The romantic lure of the road had captured my soul and imagination and I reveled in the stories of many of the old blues and folk players who traveled the country and the world. That wasn’t all though. In addition to Woody’s influence was a tv show that I used to watch religiously called “Then Came Bronson”. The show chronicled the life of a lone, mysterious, biker who seemed to have no roots and lived on the road, free as the wind. He had the coolest Harley in the world and the images of Bronson plying the Pacific Coast Highway burned into my brain.
That was also around time that Simon and Garfunkel sang, ” We’ve all gone to look for America”, and the movie “Easy Rider” was a hit on the big screen. I yearned to see the Golden Gate Bridge, Big Sur, the Grand Canyon and the Tetons. (I later rode a motorcycle across country and back passing through the Painted Desert, Monument Valley in Arizona and the Rockies of Colorado, hiked to the bottom of the Grand Canyon alone twice and stood atop the Grand Teton).
But back to the story. After graduating from Penn State, I was in my first year of teaching 5th Grade in an isolated village in the mountainous coal mining region of central PA. I had the summers off and couldn’t wait to get out on the road. I had heard about a rock climbing school in Colorado called the LEAD Outdoor Academy that was just forming and I wanted to get in on the ground floor as an instructor. I heard that the original staff was getting together for a training session and I was invited to come out for what became a week long job interview in the wilderness. I was thrilled to have the opportunity but had no way to get to Colorado and no money. I had a theory which I tested many times over the years and found to be true. I figured that even in a worst case scenario, one could hitch across the country in three days. A person could easily go for 3 days without food so in my mind even if something bad happened, I would be alright. Call me foolish but with this in mind, I decided to make the trip.
Mom knew she couldn’t stop me so she became an accomplice. As mentioned, she gave me my first ride to the Bellefonte exit of Interstate 80, waved goodbye and all of a sudden, there I was, all alone looking down the road with my thumb out singing to myself the words to the theme song from “Then Came Bronson”.
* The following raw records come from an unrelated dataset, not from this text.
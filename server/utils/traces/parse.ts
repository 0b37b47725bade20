/**
 * Reading a decay trace file: CSV or XLSX (the upload's readers, with their caps) with time in the first column,
 * signal in the second and an optional σ in the third; a header row is optional. Every bad row is named.
 */
import { FileProblem, detectKind, parseCsv, parseXlsx, type Table } from '../deposit/parse'
import { MAX_TRACE_POINTS, MIN_TRACE_POINTS } from '../../../shared/physics/decay-check'
import type { RowIssue } from '../../../shared/records/ingest-types'

export const MAX_TRACE_BYTES = 10 * 1024 * 1024
export interface TracePoints {
  times: number[]
  signal: number[]
  sigma?: number[]
}

function num (v: unknown): number {
  if (typeof v === 'number') return v
  if (typeof v !== 'string' || !v.trim()) return NaN
  return Number(v.trim())
}

export async function parseTrace (name: string, mediaType: string, buf: Uint8Array): Promise<TracePoints> {
  const kind = detectKind(name, mediaType)
  if (kind === 'json')
    throw new FileProblem(415, 'A trace is a CSV or XLSX file of time, signal and (optionally) σ', [
      { path: '/file', message: 'JSON is not a trace format' }
    ])
  const table: Table = kind === 'xlsx' ? await parseXlsx(buf) : parseCsv(buf)
  // a first row of numbers is data, not a header
  const headerIsData = table.headers.length >= 2 && table.headers.slice(0, 2).every(h => Number.isFinite(num(h)))
  const rows = headerIsData ? [table.headers, ...table.rows] : table.rows
  const first = headerIsData ? 1 : 2
  const names = headerIsData
    ? ['time', 'signal', 'σ']
    : [table.headers[0] || 'time', table.headers[1] || 'signal', table.headers[2] || 'σ']
  if (rows.length > MAX_TRACE_POINTS)
    throw new FileProblem(
      413,
      `The trace has ${rows.length.toLocaleString('en')} rows; at most ${MAX_TRACE_POINTS.toLocaleString('en')}`,
      [{ row: first + MAX_TRACE_POINTS, path: '/file', message: 'too many rows' }]
    )
  if (rows.length < MIN_TRACE_POINTS)
    throw new FileProblem(
      422,
      `A trace needs at least ${MIN_TRACE_POINTS} rows of time and signal; this one has ${rows.length}`,
      [{ path: '/file', message: 'too few rows' }]
    )
  const withSigma = rows.some(r => r[2] !== undefined && r[2] !== null && r[2] !== '')
  const issues: RowIssue[] = []
  const times: number[] = []
  const signal: number[] = []
  const sigma: number[] = []
  rows.forEach((r, i) => {
    const row = first + i
    const cells = [num(r[0]), num(r[1]), withSigma ? num(r[2]) : 1]
    cells.forEach((v, c) => {
      if (!Number.isFinite(v) && issues.length < 50)
        issues.push({
          row,
          column: names[c],
          path: '/file',
          message: `"${String(r[c] ?? '').slice(0, 30)}" is not a finite number`
        })
    })
    if (withSigma && Number.isFinite(cells[2]) && !(cells[2]! > 0) && issues.length < 50)
      issues.push({ row, column: names[2], path: '/file', message: `σ must be > 0 (it is ${cells[2]})` })
    if (i > 0 && Number.isFinite(cells[0]) && !(cells[0]! > times[i - 1]!) && issues.length < 50)
      issues.push({
        row,
        column: names[0],
        path: '/file',
        message: `time ${cells[0]} is not after the row above (${times[i - 1]}): sort the trace`
      })
    times.push(cells[0]!)
    signal.push(cells[1]!)
    sigma.push(cells[2]!)
  })
  if (issues.length)
    throw new FileProblem(
      422,
      `${issues.length >= 50 ? 'At least 50' : issues.length} problems in the trace; nothing was kept`,
      issues
    )
  return withSigma ? { times, signal, sigma } : { times, signal }
}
There aint nothin’ here gonna tie me, and I got some friends I’d like to see again
One of these days I’m gonna settle down, but ’till that day I won’t be hangin’ round
Goin’ down that long lonesome highway, Gonna live life my way.”
My ride took me all the way to the Pennsylvania - Ohio border. As I got out of the car, it was obvious that a very bad thunderstorm was quickly approaching. The sky was an ominous looking grey with big black thunderclouds just waiting to explode. I again said a prayer and believed as much as I could that God would take care of me.
From Chicago, I got two long rides to Colorado and was dropped off on Interstare 25 just north of Denver. I had planned to connect with the an old friend’s brother named Thomas. He lived on a street named Hooker Avenue.
Its ironic that when hitching across country, you can often easily pick up rides that will take you long distances, sometimes traversing many states. It is much harder , however, to navigate a city where you have to make a number of turns. You may wait hours for a ride that will take you a short distance to your next turn thus taking all day to cover a distance of 20 miles or less. Add to that, when I was dropped off, there was another hitcher on the ramp ahead of me. I went over to talk to him and he lamented that he had been standing there for over 8 hours with no luck. Undaunted, I told him that if he got picked up, to tell the driver to pick me up too. Following the etiquette of the road, I took a spot down the road from him. Once more, I looked to the sky and prayed for a ride in this seemingly impossible situation.
After a day or so in Denver, I got back on the road for a fairly quick trip to Gunnison, Colorado. Near there, in the beautiful Colorado Rockies, I spent a week with the first staff of the newly formed LEAD Outdoor Academy. Nearly six years later, I realized the dream that I had envisioned on that momentous trip across country and became a mountaineering and rock climbing instructor with LEAD which by then had moved to New Mexico at the edge of the Capitan Mountains Wilderness Area.